AIM OF THE TASK: In the records that follow, the lines from the one containing "for species in" to the one containing "return document, tuple(changes)", inclusive, are to be given again exactly.

RECORDS FOR PROCESSING:
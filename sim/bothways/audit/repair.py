"""A mechanism with what can be mended without judgement: range joins closed, cycles of stated equilibria closed.

Which range is moved: always the upper one of a join, in turn, by its two constants of integration (the last two
coefficients; F and G of Shomate's equation), because the lower range holds 298.15 K and with it ΔfH° and S°. Heat
capacities stay as they are. Stated equilibria take the values of the least-squares repair, weighted by their uncertainties
(mechanism/misfits.py). Nothing else is touched.
"""

import re
from collections.abc import Mapping, Sequence
from dataclasses import dataclass
from typing import Any

import numpy as np

from ..constants import GAS_CONSTANT as R
from ..mechanism.files import parse_toml
from ..mechanism.misfits import smallest_repair
from ..mechanism.model import Mechanism, Species
from ..mechanism.toml_writer import to_toml
from ..thermo import nine_coefficients, seven_coefficients, shomate
from ..thermo.polynomial import Shift, closed

SMALLEST = 1e-4
"""Species whose joins all meet within this in h/RT and s/R are left alone [-], as loading leaves them unmentioned."""
_NOTHING = 1e-9
"""Changes below this part of an uncertainty are round-off [-]."""
_CONSTANTS: Mapping[str, tuple[tuple[int, float, str], tuple[int, float, str]]] = {
    seven_coefficients.NAME: ((5, 1.0, "a6"), (6, 1.0, "a7")),
    nine_coefficients.NAME: ((7, 1.0, "b1"), (8, 1.0, "b2")),
    shomate.NAME: ((5, R * 1e-3, "F"), (6, R, "G")),
}
"""Of each form with ranges: place, size in common coefficients and symbol of the constants of h and of s."""


@dataclass(frozen=True)
class Change:
    """One number that a repair changed."""

    entry: str
    text: str
    before: float
    after: float

    def __str__(self) -> str:
        return f"{self.entry}: {self.text} from {self.before!r} to {self.after!r}"


def repaired(mechanism: Mechanism) -> tuple[dict[str, Any], tuple[Change, ...]]:
    """The mechanism's document with its joins and its cycles closed, and each change."""
    document, changes = mechanism.to_dict(), []
    for species in mechanism.species:
        ranges = species.potential.ranges()
        whole, shifts = closed(ranges)
        if any(max(abs(s.h), abs(s.s)) > SMALLEST for s in shifts):
            changes += _close(document["species"][species.name]["potential"], species, whole.rows - ranges.rows, shifts)
    changes += _close_cycles(document, mechanism)
    return document, tuple(changes)


def _close_cycles(document: dict[str, Any], mechanism: Mechanism) -> list[Change]:
    """Sets the stated equilibria to values that close all cycles, where they do not yet."""
    system, changes = mechanism.equilibria, []
    if system is None or not system.stated:
        return []
    moved = smallest_repair(system)
    for j, (number, reaction) in enumerate(system.reactions):
        stated, entry = system.stated[j], document["reaction"][number - 1]["equilibrium"]
        after = (stated.K * float(np.exp(moved[0, j])), stated.dH + float(moved[1, j]) * R * system.T0,
                 (stated.dCp or 0.0) + float(moved[2, j]) * R)
        for k, (key, unit) in enumerate((("K", ""), ("dH", " J/mol"), ("dCp", " J/(mol K)"))):
            if abs(moved[k, j]) > _NOTHING * system.spreads[k, j]:
                before = (stated.K, stated.dH, stated.dCp or 0.0)[k]
                entry[key] = f"{after[k]!r}{unit}" if unit else after[k]
                place = f"reaction {number} '{reaction.equation}'.equilibrium"
                changes.append(Change(place, f"{key}{f' [{unit.strip()}]' * bool(unit)}", before, after[k]))
    return changes


def _close(potential: dict[str, Any], species: Species, moved: np.ndarray, shifts: Sequence[Shift]) -> list[Change]:
    """Applies what closing moved in the constants of every range but the lowest."""
    changes = []
    for k, shift in enumerate(shifts, 1):
        row = potential["a"][k]
        for (place, size, symbol), column in zip(_CONSTANTS[potential["form"]], (7, 8), strict=True):
            before = float(row[place])
            row[place] = before + size * float(moved[k, column])
            if row[place] != before:
                entry = f"species.{species.name}.potential.a[{k + 1}]"
                changes.append(Change(entry, f"{symbol} of the range above {shift.temperature:g} K", before, row[place]))
    return changes


def repaired_text(mechanism: Mechanism, original: str | None) -> tuple[str, tuple[Change, ...]]:
    """The repaired mechanism as TOML: the original text with only these numbers replaced where that can be done (comments
    and spelling stay), else written anew."""
    document, changes = repaired(mechanism)
    if original is not None:
        edited = _edited(original, mechanism.document, document)
        if edited is not None and parse_toml(edited) == document:
            return edited, changes
    return to_toml(document), changes


_LIST = re.compile(r"\[[^\[\]]*\]")
_NUMBER = re.compile(r"[-+0-9.eE_]+")


def _edited(text: str, old: Mapping[str, Any], new: Mapping[str, Any]) -> str | None:
    """The text with the rows that differ replaced, each looked for behind its species' header; None if one is not found."""
    for name, species in new["species"].items():
        rows, kept = (one.get("potential", {}).get("a", []) for one in (species, old["species"][name]))
        for row, before in zip(rows, kept, strict=True):
            if list(row) != list(before):
                found = _place(text, name, before)
                if found is None:
                    return None
                text = text[: found[0]] + _with_numbers(text[found[0] : found[1]], before, row) + text[found[1] :]
    return text


def _place(text: str, name: str, row: Sequence[float]) -> tuple[int, int] | None:
    """Where a row of coefficients stands behind the header of its species."""
    spelled = "|".join(f"{quote}{re.escape(name)}{quote}" for quote in ("", '"', "'"))
    header = re.search(rf"^\s*\[\s*species\s*\.\s*(?:{spelled})\s*[.\]]", text, re.MULTILINE)
    for match in _LIST.finditer(text, header.end()) if header else ():
        numbers = [word.group().replace("_", "") for word in _NUMBER.finditer(match.group())]
        if len(numbers) == len(row) and all(_equal(word, value) for word, value in zip(numbers, row, strict=True)):
            return match.span()
    return None


def _equal(word: str, value: float) -> bool:
    try:
        return float(word) == float(value)
    except ValueError:
        return False


def _with_numbers(text: str, before: Sequence[float], after: Sequence[float]) -> str:
    """The text of a list with its changed members replaced."""
    new = iter(zip(before, after, strict=True))

    def number(match: re.Match[str]) -> str:
        old, value = next(new)
        return match.group() if old == value else repr(float(value))

    return _NUMBER.sub(number, text)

SOLUTION BELOW:
    for species in mechanism.species:
        ranges = species.potential.ranges()
        whole, shifts = closed(ranges)
        if any(max(abs(s.h), abs(s.s)) > SMALLEST for s in shifts):
            changes += _close(document["species"][species.name]["potential"], species, whole.rows - ranges.rows, shifts)
    changes += _close_cycles(document, mechanism)
    return document, tuple(changes)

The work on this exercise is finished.